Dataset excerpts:

━━━━━━━━━━━━━━━━━━━━━━━━━━━━━━

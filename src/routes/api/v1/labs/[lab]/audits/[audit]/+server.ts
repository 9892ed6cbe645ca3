import { json } from '@sveltejs/kit';
import { apiRoute, labFromEvent } from '$lib/server/api';
import { auditEtag, auditTagOf, getAudit } from '$lib/server/audits';
import { etagMatches, notModified, REVALIDATE } from '$lib/server/conditional';
import type { RequestHandler } from './$types';

/**
 * A stored audit: its inputs (the scheme as audited), full results, review status, signature and hash. Answers with a
 * strong ETag; a request with a matching If-None-Match gets 304 without the audit being read.
 */
export const GET: RequestHandler = apiRoute(async (event) => {
	const access = await labFromEvent(event, 'read');
	const etag = await auditEtag(access.lab.id, event.params.audit);
	if (etagMatches(event.request.headers.get('if-none-match'), etag)) return notModified(etag);
	const audit = await getAudit(access.lab.id, event.params.audit);
	return json({
		audit: {
			id: audit.id,
			scheme: { id: audit.schemeId, name: audit.schemeName },
			revision: audit.revision,
			status: audit.status,
			verdict: audit.verdict,
			verdictCounts: audit.verdictCounts,
			engineVersion: audit.engineVersion,
			sha256: audit.sha256,
			createdAt: audit.createdAt,
			createdBy: { name: audit.createdByName, email: audit.createdByEmail },
			source: audit.sourceFileName ? { fileName: audit.sourceFileName, sha256: audit.sourceSha256 } : null,
			signature: audit.signature
				? { signer: audit.signature.signerName, signedAt: audit.signature.signedAt, comment: audit.signature.comment, sha256: audit.signature.sha256 }
				: null,
			events: audit.events,
			inputs: audit.inputs,
			results: audit.results
		},
		caution: 'An audit checks the scheme as entered, not the biology behind it.'
	}, { headers: { etag: auditTagOf(audit), 'cache-control': REVALIDATE } });
});
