def write_scan_figures(result, out, *, date: str | None = None) -> list[str]:
    """Stage only the whole-bank scan figures (``scan_<bank>*.png`` / ``.svg``), for a check
    without the report; the same files the report writes.

    Parameters
    ----------
    result : CheckResult
        The check's typed result.
    out : OutputDir
        Output directory.
    date : str, optional
        Date in the figures' footers (today when None) [unitless].
    """
    from resonance.report.specs import _spec_job  # noqa: PLC0415

    with matplotlib.rc_context(rf.RC):
        book = _Book(result, date or _dt.date.today().isoformat(), tables=False)
        names = []
        for spec in book.specs["overlay"]:
            job = _spec_job(spec, book.stamp)
            job.render(tuple(out.file(n) for n in job.names))
            names += job.names
    return names


def layout_report(result, date: str = "2000-01-01") -> _Doc:
    """Lay out every page of the report without writing it (the tests render and measure it).

    Parameters
    ----------
    result : CheckResult
        The check's typed result.
    date : str
        Date on the cover and in the footers [unitless].

    Returns
    -------
    _Doc
        The pages, the registered text boxes and figure regions (:meth:`_Doc.overflows`).
    """
    with matplotlib.rc_context(rf.RC):
        book = _Book(result, date)
        doc = book.layout()
        book.decorate(doc)
    return doc


def project_lines(case) -> list[tuple[str, str]]:
    """The ``[project]`` fields that are given, as (label, value) pairs for the cover."""
    p = case.project
    pairs = [("Client", p.client), ("Site", p.site), ("Project number", p.number), ("Revision", p.revision),
             ("Prepared by", p.prepared_by), ("Checked by", p.checked_by)]
    return [(k, v) for k, v in pairs if v]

━━━━━━━━━━━━━━━━━━━━━━━━━━━━━━

■ WORK INSTRUCTION ■
Please report, as a bare number, how many lines of the data contain the word "labFromEvent".

■ TASK RESULT ■
2